As humans, we all need to belong. While modern social life can make even the best of us feel gawky, for roughly one in five of us, navigating its challenges is consistently overwhelming—an ongoing maze without an exit. Often unable to grasp social cues or master the skills and grace necessary for smooth interaction, we feel out of sync with those around us. we may recognize we have awkward dispositions, we rarely understand why that is—which makes it hard for us to know how to adjust our behavior.

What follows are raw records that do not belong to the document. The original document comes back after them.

import {
  type Cell,
  type CellDeparture,
  type CellMake,
  chargeLeft,
  cloneCell,
  freshCell,
  levelOf,
  type LotTruth,
  spend,
  terminalVolts,
} from "./cell";
import type { Rng } from "./prng";

/**
 * Cells in series: the weakest by itself and one that stands for all the others, because it
 * is the weakest that ends the string. Cells in parallel are taken as one of their mean.
 */
export interface CellString {
  readonly lotKey: string;
  readonly installedAt: number;
  readonly series: number;
  readonly parallel: number;
  readonly weak: Cell;
  readonly others: Cell | null;
}

/** Spread of cells within one lot, one standard deviation. Source: from memory. */
const CELL_SPREAD = { capacity: 0.035, resistance: 0.12, leak: 0.25, offsetV: 0.004 };

function departure(rng: Rng, parallel: number): CellDeparture {
  const mean = Math.sqrt(parallel);
  return {
    capacityFactor: rng.logNormal(CELL_SPREAD.capacity / mean),
    resistanceFactor: rng.logNormal(CELL_SPREAD.resistance / mean),
    leakFactor: rng.logNormal(CELL_SPREAD.leak / mean),
    offsetV: rng.normal(0, CELL_SPREAD.offsetV / mean),
  };
}

/** Puts together a string of cells of one lot on a (fractional) day. */
export function buildString(
  make: CellMake,
  lot: LotTruth,
  shape: { readonly series: number; readonly parallel: number },
  at: number,
  rng: Rng,
): CellString {
  const drawn = Array.from({ length: shape.series }, () => departure(rng, shape.parallel));
  drawn.sort((a, b) => a.capacityFactor - b.capacityFactor);
  const [weakest, ...rest] = drawn as [CellDeparture, ...CellDeparture[]];
  const middle = rest[Math.floor(rest.length / 2)];
  return {
    lotKey: lot.key,
    installedAt: at,
    ...shape,
    weak: freshCell(make, lot, weakest, at),
    others: middle ? freshCell(make, lot, middle, at) : null,
  };
}

/** Lets `hours` pass at a constant current of the whole pack. */
export function spendString(
  s: CellString,
  currentMa: number,
  hours: number,
  celsius: number,
): void {
  const perCell = currentMa / s.parallel;
  spend(s.weak, perCell, hours, celsius);
  if (s.others) spend(s.others, perCell, hours, celsius);
}

/** Volts of the whole pack under a load of the whole pack. */
export function stringVolts(s: CellString, loadMa: number, celsius: number, day: number): number {
  const perCell = loadMa / s.parallel;
  // A load is shared by the cells in parallel, and so is the resistance of the one that stands for them.
  const weak = terminalVolts(s.weak, perCell, celsius, day);
  const others = s.others ? terminalVolts(s.others, perCell, celsius, day) : 0;
  return weak + others * (s.series - 1);
}

/** True when the weakest cell has nothing left to give. */
export function isSpent(s: CellString): boolean {
  return levelOf(s.weak) <= 0.001;
}

/** Share of its first charge left in the weakest cell: hidden truth, for tests and scores. */
export function stringChargeLeft(s: CellString): number {
  return chargeLeft(s.weak);
}

export function cloneString(s: CellString): CellString {
  return { ...s, weak: cloneCell(s.weak), others: s.others ? cloneCell(s.others) : null };
}
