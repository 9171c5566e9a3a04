/**
 * What one voltage says: the likelihood of a reading over the grid, with an outlier mixture
 * so that no reading is thrown away and none can break the forecast.
 *
 *   p(v | x, b) = (1 - e) N(v; V(x) + b, s(x)) + e / range
 *
 * s joins the instrument, where the curve lies on the depth axis, the resistance of a loaded
 * pack and an unmeasured temperature. The weight reported is the posterior probability of
 * the first term.
 */
import { gridQuantile } from "../stats/grid-quantile";
import { ASSUMED } from "./assumptions";
import { temperatureAt } from "./climate";
import { CURVES } from "./curve-tables";
import { CURVE_STEPS, atDepth } from "./curves";
import { freshDropMv } from "./cutoff";
import { type Grid, depthMarginal, normalise } from "./grid";
import type { PackReading, ReadingWeight } from "./pack";
import type { PackModel } from "./pack-model";

const SLOPE_REACH = 5 / CURVE_STEPS;
const Z90 = 1.6448536269514722;

interface Expected {
  /** At each depth node: mean and variance of the voltage, mV, offset aside. */
  readonly mean: Float64Array;
  readonly variance: Float64Array;
}

/** Highest voltage the pack could show with the widest margin, mV. */
export function impossibleAboveMv(model: PackModel): number {
  return model.curve.restScale * model.curve.restMv[0]! * ASSUMED.impossibleShare;
}

/** Expected voltage of a reading at every depth node. */
export function expectAt(
  model: PackModel,
  grid: Grid,
  reading: Pick<PackReading, "at" | "kind" | "loadUa" | "temperatureDc" | "accuracyMv">,
): Expected {
  const { curve, pack } = model;
  const dc = reading.temperatureDc ?? temperatureAt(pack.monthlyMeanDc, reading.at);
  const ua = reading.kind === "loaded" ? (reading.loadUa ?? model.peakUa) : 0;
  const drop = freshDropMv(pack, curve, ua, dc);
  const drift = curve.driftMvPerKelvin * (dc / 10 - 20);
  const volts = (depth: number): number =>
    curve.restScale * atDepth(curve.restMv, depth) - drop * atDepth(curve.resistance, depth);
  const warmth = reading.temperatureDc === null ? ASSUMED.temperatureSdK : 1;
  const cell = curve.restScale * CURVES[pack.cell.chemistry].spreadMv * 0.5;
  const fixed =
    (reading.accuracyMv ?? ASSUMED.accuracyMv) ** 2 +
    grid.offsetStepMv ** 2 / 12 +
    cell ** 2 +
    (curve.driftMvPerKelvin * warmth) ** 2 +
    1e-6;
  const mean = new Float64Array(grid.nx);
  const variance = new Float64Array(grid.nx);
  for (let i = 0; i < grid.nx; i++) {
    const depth = grid.depthFrom + i * grid.depthStep;
    const slope = (volts(depth - SLOPE_REACH) - volts(depth + SLOPE_REACH)) / (2 * SLOPE_REACH);
    const resistive = ASSUMED.resistanceSd * drop * atDepth(curve.resistance, depth);
    mean[i] = volts(depth) + drift;
    variance[i] = fixed + (slope * ASSUMED.curveDepthSd) ** 2 + resistive ** 2;
  }
  return { mean, variance };
}

/** 5th, 50th and 95th percentile of a voltage to be read, mV. */
export function expectedBand(grid: Grid, expected: Expected): [number, number, number] {
  const marginal = depthMarginal(grid);
  const at = (probability: number): number => {
    const depth = gridQuantile(marginal, 0, 1, probability);
    return Math.min(grid.nx - 1, Math.max(0, Math.round(depth)));
  };
  const low = at(0.95);
  const middle = at(0.5);
  const high = at(0.05);
  const noise = Z90 * Math.sqrt(expected.variance[middle]! + 0.5 * grid.offsetStepMv ** 2);
  const centre = expected.mean[middle]!;
  return [
    centre - Math.hypot(expected.mean[low]! - centre, noise),
    centre,
    centre + Math.hypot(expected.mean[high]! - centre, noise),
  ];
}

/** Update the grid by one reading; says how much it counted and why. */
export function observe(
  model: PackModel,
  grid: Grid,
  reading: PackReading,
  passivated: boolean,
): ReadingWeight {
  const expected = expectAt(model, grid, reading);
  const [low, middle, high] = expectedBand(grid, expected);
  const said = {
    readingId: reading.id,
    expectedMv: middle,
    expectedLowMv: low,
    expectedHighMv: high,
  };
  if (passivated && reading.millivolts < middle) {
    // the film's transient minimum says nothing about charge; a higher voltage would
    return { ...said, weight: 0, reason: "passivation" };
  }
  const weight = multiply(grid, expected, reading.millivolts, impossibleAboveMv(model));
  return { ...said, weight, reason: weight >= 0.5 ? "fits" : "doubtful" };
}

/** Multiply by the mixture likelihood; returns the weight of its first term. */
function multiply(grid: Grid, expected: Expected, millivolts: number, rangeMv: number): number {
  const { p, nx, nr, no } = grid;
  const outlier = ASSUMED.outlierShare / rangeMv;
  const fit = new Float64Array(nx);
  let fitting = 0;
  for (let o = 0; o < no; o++) {
    for (let i = 0; i < nx; i++) {
      const off = millivolts - expected.mean[i]! - grid.offsetMv[o]!;
      const v = expected.variance[i]!;
      fit[i] =
        ((1 - ASSUMED.outlierShare) * Math.exp((-0.5 * off * off) / v)) /
        Math.sqrt(2 * Math.PI * v);
    }
    for (let r = 0; r < nr; r++) {
      const base = (o * nr + r) * nx;
      for (let i = 0; i < nx; i++) {
        const m = p[base + i]!;
        const f = fit[i]!;
        fitting += m * f;
        p[base + i] = m * (f + outlier);
      }
    }
  }
  const total = normalise(grid);
  return total > 0 ? Math.min(1, fitting / total) : 0;
}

Psychologist and interpersonal relationship expert Ty Tashiro knows what it’s like to be awkward. Growing up, he could do complex arithmetic in his head and memorize the earned run averages of every National League starting pitcher. But he struggled to add up social cues during interactions with other kids and was prone to forgetting routine social expectations. In Awkward, he unpacks decades of research in the fields of psychology, neuroscience, and sociology to help us better understand this widely shared trait and its origins. He considers how awkward people view our complex world and explains how they can more comfortably navigate it, and delivers a welcome, counterintuitive message: the same characteristics that make people socially clumsy can be harnessed to produce remarkable achievements.

How can the same traits that make us feel uneasy in social situations also provide the seeds for extraordinary success?

Interweaving the latest research with personal tales and real world examples, Awkward provides valuable insights into how we can embrace our personal quirks and unique talents to harness our awesome potential.